__Work to complete__
Within the data below, count the lines that include the word "json". Provide the number and nothing further.
Data Start Marker
Each job runs in a process of its own (forked from a clean fork server), so a crash of one job — an
exception, a segfault, the OOM killer, a timeout — is recorded as a failure with its reason and the others
go on. Finished jobs are in the store the moment they end, each with its record beside it (fourfold.study.records);
a rerun skips every key already done (and every failed one unless asked to retry), so a killed batch resumes
where it stopped. Job processes die with the driver, however it ends (fourfold.study.process.die_with_parent).
"""

from __future__ import annotations

import fcntl
import json
import os
import signal
import socket
import time
from dataclasses import dataclass, field
from functools import cache
from multiprocessing import connection, get_context
from pathlib import Path
from types import SimpleNamespace

from ..errors import InputError, describe_os_error
from .jobs import Job, code_versions, expand
from .process import complete_failure, exit_reason, failed_result, job_paths, local_job_main
from .records import RecordShelf, write_text_atomic
from .stopping import blocked, deferred, stop_pending
from .store import ResultStore, StoreError, store_records

DEFAULT_TIMEOUT_S = 3600.0
_POLL_S = 0.2
_JOIN_S = 5.0  # a killed job process is gone well within this


@dataclass
class RunSummary:
    total: int
    done: int = 0
    failed: int = 0
    skipped: int = 0  # already in the store before this run
    ran: int = 0
    failures: list = field(default_factory=list)
    wall_seconds: float = 0.0
    job_seconds: float = 0.0  # the run jobs' own wall times, summed: makespan × workers at best
    workers: int = 1


class RunLock:
    """An exclusive lock on an output folder, held by an open file: the kernel drops it when the holder
    dies, so a killed run never blocks the next one. Re-entrant within one process, so a command can hold
    it over running and reporting while run_study takes it again inside."""

    _held: dict[Path, int] = {}  # folder -> nesting depth in this process

    def __init__(self, folder: Path):
        self.folder = Path(folder).resolve()
        self.path = self.folder / "run.lock"
        self._handle = None

    def __enter__(self):
        if self.folder in RunLock._held:
            RunLock._held[self.folder] += 1
            return self
        try:
            self.path.parent.mkdir(parents=True, exist_ok=True)
            self._handle = open(self.path, "a+")
        except OSError as error:
            raise StoreError(f"cannot lock {self.folder} for writing ({describe_os_error(error)})") from None
        try:
            fcntl.flock(self._handle, fcntl.LOCK_EX | fcntl.LOCK_NB)
        except BlockingIOError:
            self._handle.seek(0)
            holder = self._handle.read().strip() or "another process"
            self._handle.close()
            raise InputError(f"{self.path.parent} is in use by a running fourfold ({holder}); wait for it to finish "
                             "or choose another --out folder") from None
        self._handle.seek(0)
        self._handle.truncate()
        self._handle.write(f"pid {os.getpid()} on {socket.gethostname()}")
        self._handle.flush()
        RunLock._held[self.folder] = 1
        return self

    @staticmethod
    def held_elsewhere(folder) -> bool:
        """Whether another process holds the lock of ``folder`` now (a run is on there)."""
        path = Path(folder) / "run.lock"
        if not path.exists() or Path(folder).resolve() in RunLock._held:
            return False
        try:
            handle = open(path)
        except OSError:  # unreadable, or not a file: no run of ours holds it
            return False
        with handle:
            try:
                fcntl.flock(handle, fcntl.LOCK_EX | fcntl.LOCK_NB)
            except BlockingIOError:
                return True
            fcntl.flock(handle, fcntl.LOCK_UN)
            return False

    def __exit__(self, *exc):
        RunLock._held[self.folder] -= 1
        if RunLock._held[self.folder]:
            return
        del RunLock._held[self.folder]
        fcntl.flock(self._handle, fcntl.LOCK_UN)
        self._handle.close()


class _Running:
    def __init__(self, job, process, conn, started, parent):
        self.job, self.process, self.conn, self.started, self.parent = job, process, conn, started, parent


def write_provenance(out_dir: Path, study) -> None:
    """The folder's record of what ran: the Study written back as TOML (levels in full), and the versions."""
    from .recipe import study_to_toml

    write_text_atomic(out_dir / "recipe.toml", study_to_toml(study))
    write_text_atomic(out_dir / "versions.json", json.dumps(code_versions(), indent=2) + "\n")


def run_study(study, out_dir, workers: int = 2, threads: int = 1, retry_failed: bool = False,
              timeout_s: float | None = None, progress=None, store_url: str | None = None,
              pool_factory=None, on_start=None) -> RunSummary:
    """Run every job of ``study`` not yet done in ``out_dir``'s store; returns counts and failures.

    ``progress`` is an optional callable(summary, running_labels) called as jobs finish.
    ``pool_factory(out_dir, timeout_s)`` makes the executor (default: a LocalPool of ``workers``).
    ``on_start()`` is called once the folder, the store and the executor are ready, before any job runs.
    """
    out_dir = Path(out_dir)
    timeout_s = float(timeout_s or study.run.get("timeout_s", DEFAULT_TIMEOUT_S))
    if workers < 1 or threads < 1:
        raise InputError("--workers and --threads must be at least 1")
    started = time.perf_counter()
    with RunLock(out_dir):
        try:
            write_provenance(out_dir, study)
            (out_dir / "logs").mkdir(exist_ok=True)
            (out_dir / "scratch").mkdir(exist_ok=True)
        except OSError as error:
            raise StoreError(f"cannot write the study folder ({describe_os_error(error)})") from None
        store = ResultStore(store_url or out_dir / "results.db")
        shelf = RecordShelf(out_dir)
        jobs = expand(study)
        stored = store.status()
        store_records(store, shelf, stored, {j.key for j in jobs})  # rows a stopped run had not stored yet
        if retry_failed:
            again = [j.key for j in jobs if stored.get(j.key) == "failed"]
            shelf.remove(again)
            store.remove(again)
            for key in again:
                stored.pop(key)
        summary = RunSummary(total=len(jobs))
        summary.skipped = sum(1 for j in jobs if j.key in stored)
        summary.done = sum(1 for j in jobs if stored.get(j.key) == "done")
        summary.failed = sum(1 for j in jobs if stored.get(j.key) == "failed")
        pending = [j for j in jobs if j.key not in stored]
        pool = (pool_factory(out_dir, timeout_s) if pool_factory
                else LocalPool(workers, threads, out_dir, timeout_s))
        summary.workers = workers if pool_factory is None else max(1, pool.free_slots())
        if on_start:
            on_start()
        _drive(pending, stored, store, shelf, pool, summary, progress, _RunningFile(out_dir, summary.workers))
    summary.wall_seconds = time.perf_counter() - started
    return summary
Data End Marker
__Task answer__
2